Christopher Buckley's announcement that he's supporting Barack Obama for the presidency comes as no surprise to me. Years ago Buckley, who worked as a speechwriter for George H.W. Bush and reveres him, expressed his consternation to me about George W. Bush's dismal performance. He seemed to watch the self-destruction of the Bush presidency with a kind of fascinated horror. Now, in the wake of the Sarah Palin debacle, Buckley deserves a place on the conservative intellectual honor roll for breaking with John McCain.
He won't get it, of course. Instead, the National Review has apparently terminated Buckley's column -- high comedy when you consider that his father merely founded the magazine and fought to make conservatism intellectually respectable, banishing the anti-Semites and other riff-raff who tainted the movement. Now conservatism is regressing, turning into a Frankenstein. Other members of the old guard at National Review such as Jeffrey Hart have also denounced the mendacity of the Bush administration. Their voices were not heeded.

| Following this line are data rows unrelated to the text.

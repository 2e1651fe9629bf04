/**
 * The canonical text of a map's content, from which the server computes the revision checksum
 * (db/checksum.ts, SHA-256), so two revisions, a file and a flashed header can be matched
 * without comparing tables cell by cell.
 */
import { MapInputError } from './errors'
import type { MapTable } from './table'

/**
 * Canonical JSON: keys in the fixed order kind, rowAxis, colAxis, values; no whitespace;
 * numbers as shortest round-trip decimal (ECMAScript String(n), so −0 becomes 0, and
 * 1e21 stays "1e+21"). Throws for a non-finite number, which has no JSON form.
 * @example canonicalJson({ kind: 'drive', rowAxis: [0, 100], colAxis: [0, 50], values: [[0, 0], [1500, 900.5]] })
 *          // '{"kind":"drive","rowAxis":[0,100],"colAxis":[0,50],"values":[[0,0],[1500,900.5]]}'
 */
export function canonicalJson(table: MapTable): string {
  const num = (n: number) => {
    if (!Number.isFinite(n)) throw new MapInputError('not-finite', `canonical JSON needs finite numbers, got ${n}`)
    return String(n)
  }
  const list = (a: readonly number[]) => '[' + a.map(num).join(',') + ']'
  return `{"kind":${JSON.stringify(table.kind)},"rowAxis":${list(table.rowAxis)},"colAxis":${list(table.colAxis)},"values":[${table.values.map(list).join(',')}]}`
}
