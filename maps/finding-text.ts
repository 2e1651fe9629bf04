/**
 * Finding sentences as data: text with the quantities kept as numbers in SI units (N·m, km/h),
 * rendered for a unit system by one function. The stored message is the metric rendering.
 */
import { humanNumber } from './number-format'
import type { MapKind } from './table'
import { UNITS, type UnitSet } from './units'

/** A quantity inside a sentence; `bare` prints the number without its unit (the first of a range). */
export interface Quantity {
  value: number
  unit: 'N·m' | 'km/h'
  bare?: true
}

export type MessagePart = string | Quantity

/** N·m in a sentence. */
export const nm = (value: number): Quantity => ({ value, unit: 'N·m' })
/** km/h in a sentence; `bare` for the first number of a range ("between 20 and 40 km/h"). */
export const kmh = (value: number, bare = false): Quantity => (bare ? { value, unit: 'km/h', bare } : { value, unit: 'km/h' })

type Piece = MessagePart | readonly MessagePart[] | number

/**
 * A sentence from a template: numbers are written with humanNumber, quantities kept as data.
 * @example sentence`${nm(2400)} exceeds ${nm(1500)}` // [{ value: 2400, unit: 'N·m' }, ' exceeds ', { value: 1500, unit: 'N·m' }]
 */
export function sentence(text: TemplateStringsArray, ...pieces: Piece[]): MessagePart[] {
  const out: MessagePart[] = []
  const push = (p: MessagePart) => {
    const last = out[out.length - 1]
    if (typeof p === 'string' && typeof last === 'string') out[out.length - 1] = last + p
    else if (p !== '') out.push(p)
  }
  text.forEach((t, i) => {
    push(t)
    if (i >= pieces.length) return
    const p = pieces[i]
    if (typeof p === 'number') push(humanNumber(p))
    else if (Array.isArray(p)) (p as readonly MessagePart[]).forEach(push)
    else push(p as MessagePart)
  })
  return out
}

/**
 * The sentence in a unit system; the one place a finding's numbers meet display units.
 * @example renderParts(sentence`${nm(9999)} exceeds`, UNITS.imperial) // "7,374.9 lbf·ft exceeds"
 */
export function renderParts(parts: readonly MessagePart[], units: UnitSet = UNITS.metric): string {
  return parts
    .map((p) => {
      if (typeof p === 'string') return p
      const speed = p.unit === 'km/h'
      const shown = humanNumber(speed ? units.speedOut(p.value) : units.torqueOut(p.value))
      return p.bare ? shown : `${shown} ${speed ? units.speed : units.torque}`
    })
    .join('')
}

/** The pedal word of a map kind. */
export const pedalWord = (kind: MapKind): string => (kind === 'regen' ? 'brake pedal' : 'pedal')

/**
 * Which pedal row, in the words a calibration engineer uses.
 * @example renderParts(rowLabel('regen', 0)) // "at 0 % brake pedal (lift-off)"
 */
export function rowLabel(kind: MapKind, pedalPct: number): MessagePart[] {
  const pedal = kind === 'regen' && pedalPct === 0 ? 'brake pedal (lift-off)' : pedalWord(kind)
  return [`at ${humanNumber(pedalPct)} % ${pedal}`]
}

/**
 * Where a cell is.
 * @example renderParts(cellLabel('drive', 40, 20)) // "at 40 % pedal, 20 km/h"
 */
export function cellLabel(kind: MapKind, pedalPct: number, speedKmh: number): MessagePart[] {
  return sentence`${rowLabel(kind, pedalPct)}, ${kmh(speedKmh)}`
}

Today, as the McCain campaign lurches to its dolorous conclusion, conservatives are beginning to blame each other for the collapse of their movement. Instead of excommunicating Buckley and others, conservatives should be debating with them. But intolerance is winning out over intellectual inquisitiveness. As an intellectual movement, conservatism is suffering its death throes. And with the Buckley affair, the purge has begun.